The problem:
Across these entries, count the lines holding the string "yield"; the number is the whole answer.

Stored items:

################

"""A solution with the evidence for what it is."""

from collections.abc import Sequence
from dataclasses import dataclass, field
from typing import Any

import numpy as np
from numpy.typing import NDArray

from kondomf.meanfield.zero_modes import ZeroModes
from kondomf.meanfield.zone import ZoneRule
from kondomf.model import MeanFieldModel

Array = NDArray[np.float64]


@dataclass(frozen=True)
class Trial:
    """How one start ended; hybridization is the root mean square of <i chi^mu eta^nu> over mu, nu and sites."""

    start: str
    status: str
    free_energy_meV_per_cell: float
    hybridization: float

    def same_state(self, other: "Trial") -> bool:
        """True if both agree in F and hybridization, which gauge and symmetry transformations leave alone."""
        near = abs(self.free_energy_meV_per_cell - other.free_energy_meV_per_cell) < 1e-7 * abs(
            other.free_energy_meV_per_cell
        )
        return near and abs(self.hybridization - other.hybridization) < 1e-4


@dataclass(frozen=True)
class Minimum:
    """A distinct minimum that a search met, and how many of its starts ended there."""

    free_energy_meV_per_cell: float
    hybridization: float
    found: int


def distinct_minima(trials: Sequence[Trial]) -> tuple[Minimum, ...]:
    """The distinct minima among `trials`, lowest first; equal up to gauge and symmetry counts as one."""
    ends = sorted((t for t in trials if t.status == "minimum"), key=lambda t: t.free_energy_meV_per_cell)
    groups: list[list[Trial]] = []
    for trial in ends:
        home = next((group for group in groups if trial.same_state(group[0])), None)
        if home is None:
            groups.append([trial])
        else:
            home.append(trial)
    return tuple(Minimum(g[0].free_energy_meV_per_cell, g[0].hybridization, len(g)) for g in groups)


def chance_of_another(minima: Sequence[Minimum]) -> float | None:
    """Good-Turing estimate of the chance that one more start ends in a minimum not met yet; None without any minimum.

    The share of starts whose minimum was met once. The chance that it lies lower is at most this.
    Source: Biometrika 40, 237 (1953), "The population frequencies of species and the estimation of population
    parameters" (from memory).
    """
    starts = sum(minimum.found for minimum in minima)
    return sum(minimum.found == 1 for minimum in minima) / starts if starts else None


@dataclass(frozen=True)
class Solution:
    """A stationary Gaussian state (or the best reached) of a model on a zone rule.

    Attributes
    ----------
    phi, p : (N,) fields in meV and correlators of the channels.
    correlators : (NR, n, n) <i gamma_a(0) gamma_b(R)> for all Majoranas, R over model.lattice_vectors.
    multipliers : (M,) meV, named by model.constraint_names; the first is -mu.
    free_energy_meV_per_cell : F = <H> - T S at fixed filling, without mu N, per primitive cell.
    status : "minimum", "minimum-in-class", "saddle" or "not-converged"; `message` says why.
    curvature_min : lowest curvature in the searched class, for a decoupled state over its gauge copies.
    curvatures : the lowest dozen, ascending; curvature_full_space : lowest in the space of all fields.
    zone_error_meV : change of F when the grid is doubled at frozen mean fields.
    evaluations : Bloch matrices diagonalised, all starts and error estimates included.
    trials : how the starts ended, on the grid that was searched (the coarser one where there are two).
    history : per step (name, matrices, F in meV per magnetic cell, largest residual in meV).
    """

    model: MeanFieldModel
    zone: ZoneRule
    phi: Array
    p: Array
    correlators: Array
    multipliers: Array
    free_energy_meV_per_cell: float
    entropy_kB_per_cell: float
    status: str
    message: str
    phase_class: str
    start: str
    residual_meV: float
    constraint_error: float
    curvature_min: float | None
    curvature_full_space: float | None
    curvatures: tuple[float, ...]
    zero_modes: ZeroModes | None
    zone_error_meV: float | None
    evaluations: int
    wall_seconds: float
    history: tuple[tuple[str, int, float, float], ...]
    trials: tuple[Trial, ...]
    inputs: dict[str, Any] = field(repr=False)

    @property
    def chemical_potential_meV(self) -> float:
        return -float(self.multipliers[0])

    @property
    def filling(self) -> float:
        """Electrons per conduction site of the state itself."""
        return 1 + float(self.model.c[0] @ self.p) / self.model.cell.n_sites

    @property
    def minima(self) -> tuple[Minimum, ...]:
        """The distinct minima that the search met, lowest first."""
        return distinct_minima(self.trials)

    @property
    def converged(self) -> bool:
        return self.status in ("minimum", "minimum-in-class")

################

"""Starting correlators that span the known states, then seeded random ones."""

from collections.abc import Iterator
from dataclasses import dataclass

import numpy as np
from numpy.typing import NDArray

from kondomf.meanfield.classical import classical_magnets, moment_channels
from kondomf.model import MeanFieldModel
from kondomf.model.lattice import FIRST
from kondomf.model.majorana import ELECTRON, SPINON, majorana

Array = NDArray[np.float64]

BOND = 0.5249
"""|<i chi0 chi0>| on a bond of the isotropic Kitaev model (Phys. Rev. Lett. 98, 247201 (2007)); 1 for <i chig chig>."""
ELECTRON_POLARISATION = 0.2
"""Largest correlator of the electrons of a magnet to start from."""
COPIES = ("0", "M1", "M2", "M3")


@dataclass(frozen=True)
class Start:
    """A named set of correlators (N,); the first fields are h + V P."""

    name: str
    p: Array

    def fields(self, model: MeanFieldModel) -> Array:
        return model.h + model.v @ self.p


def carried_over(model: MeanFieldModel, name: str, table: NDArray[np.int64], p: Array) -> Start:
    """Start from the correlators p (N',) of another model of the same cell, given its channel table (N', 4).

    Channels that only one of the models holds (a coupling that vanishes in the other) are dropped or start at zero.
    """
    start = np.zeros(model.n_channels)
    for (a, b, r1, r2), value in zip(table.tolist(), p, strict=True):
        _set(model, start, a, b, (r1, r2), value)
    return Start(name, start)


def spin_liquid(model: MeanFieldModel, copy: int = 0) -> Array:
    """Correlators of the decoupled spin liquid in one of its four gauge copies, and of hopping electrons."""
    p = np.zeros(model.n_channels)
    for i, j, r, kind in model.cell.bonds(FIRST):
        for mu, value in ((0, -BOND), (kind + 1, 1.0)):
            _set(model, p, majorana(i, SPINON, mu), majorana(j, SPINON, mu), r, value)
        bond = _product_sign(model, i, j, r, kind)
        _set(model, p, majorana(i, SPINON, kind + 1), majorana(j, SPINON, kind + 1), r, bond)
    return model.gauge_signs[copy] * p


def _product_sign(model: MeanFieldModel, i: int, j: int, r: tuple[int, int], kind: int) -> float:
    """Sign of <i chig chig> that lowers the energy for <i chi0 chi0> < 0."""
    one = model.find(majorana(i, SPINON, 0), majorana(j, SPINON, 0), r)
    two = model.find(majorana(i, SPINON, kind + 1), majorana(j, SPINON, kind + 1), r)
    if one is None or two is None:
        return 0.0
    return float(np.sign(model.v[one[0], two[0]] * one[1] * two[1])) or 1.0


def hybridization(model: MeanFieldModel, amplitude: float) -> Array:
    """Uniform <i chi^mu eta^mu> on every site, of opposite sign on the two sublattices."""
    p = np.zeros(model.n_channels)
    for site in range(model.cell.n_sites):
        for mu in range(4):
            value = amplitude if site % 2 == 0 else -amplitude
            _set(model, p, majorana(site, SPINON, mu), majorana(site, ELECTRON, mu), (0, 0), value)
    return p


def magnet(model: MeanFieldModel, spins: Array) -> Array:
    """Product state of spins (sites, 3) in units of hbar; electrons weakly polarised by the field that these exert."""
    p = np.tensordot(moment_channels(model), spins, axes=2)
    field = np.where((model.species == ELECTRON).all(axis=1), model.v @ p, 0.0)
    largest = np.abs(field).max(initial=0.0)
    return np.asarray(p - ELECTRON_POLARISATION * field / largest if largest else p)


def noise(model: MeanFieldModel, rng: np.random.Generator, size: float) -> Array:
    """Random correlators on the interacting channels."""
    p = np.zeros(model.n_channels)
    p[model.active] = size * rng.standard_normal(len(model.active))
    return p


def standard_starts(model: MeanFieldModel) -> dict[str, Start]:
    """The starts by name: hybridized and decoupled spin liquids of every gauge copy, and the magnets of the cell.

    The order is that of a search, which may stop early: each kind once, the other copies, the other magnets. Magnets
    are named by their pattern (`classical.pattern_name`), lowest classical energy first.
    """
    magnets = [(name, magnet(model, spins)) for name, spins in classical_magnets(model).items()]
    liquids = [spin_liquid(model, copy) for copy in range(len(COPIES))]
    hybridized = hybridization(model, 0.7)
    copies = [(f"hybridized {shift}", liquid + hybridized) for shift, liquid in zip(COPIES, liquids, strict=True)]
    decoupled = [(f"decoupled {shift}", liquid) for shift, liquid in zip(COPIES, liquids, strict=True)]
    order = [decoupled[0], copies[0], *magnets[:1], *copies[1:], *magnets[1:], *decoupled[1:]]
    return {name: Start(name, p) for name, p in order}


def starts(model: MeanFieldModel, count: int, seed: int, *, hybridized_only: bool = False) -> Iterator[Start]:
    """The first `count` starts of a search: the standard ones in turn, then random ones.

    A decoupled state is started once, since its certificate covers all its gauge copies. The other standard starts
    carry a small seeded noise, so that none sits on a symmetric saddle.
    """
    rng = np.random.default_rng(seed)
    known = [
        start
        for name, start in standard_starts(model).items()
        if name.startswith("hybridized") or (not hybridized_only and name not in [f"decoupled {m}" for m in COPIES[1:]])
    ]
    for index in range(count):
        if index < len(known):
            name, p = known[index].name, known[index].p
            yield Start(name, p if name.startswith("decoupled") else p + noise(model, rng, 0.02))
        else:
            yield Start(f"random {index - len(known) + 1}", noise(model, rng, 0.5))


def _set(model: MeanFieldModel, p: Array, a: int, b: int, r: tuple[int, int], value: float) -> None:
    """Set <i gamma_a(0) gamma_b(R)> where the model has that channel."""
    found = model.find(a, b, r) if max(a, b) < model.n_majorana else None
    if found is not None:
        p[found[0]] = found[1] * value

################

Exercise response:
2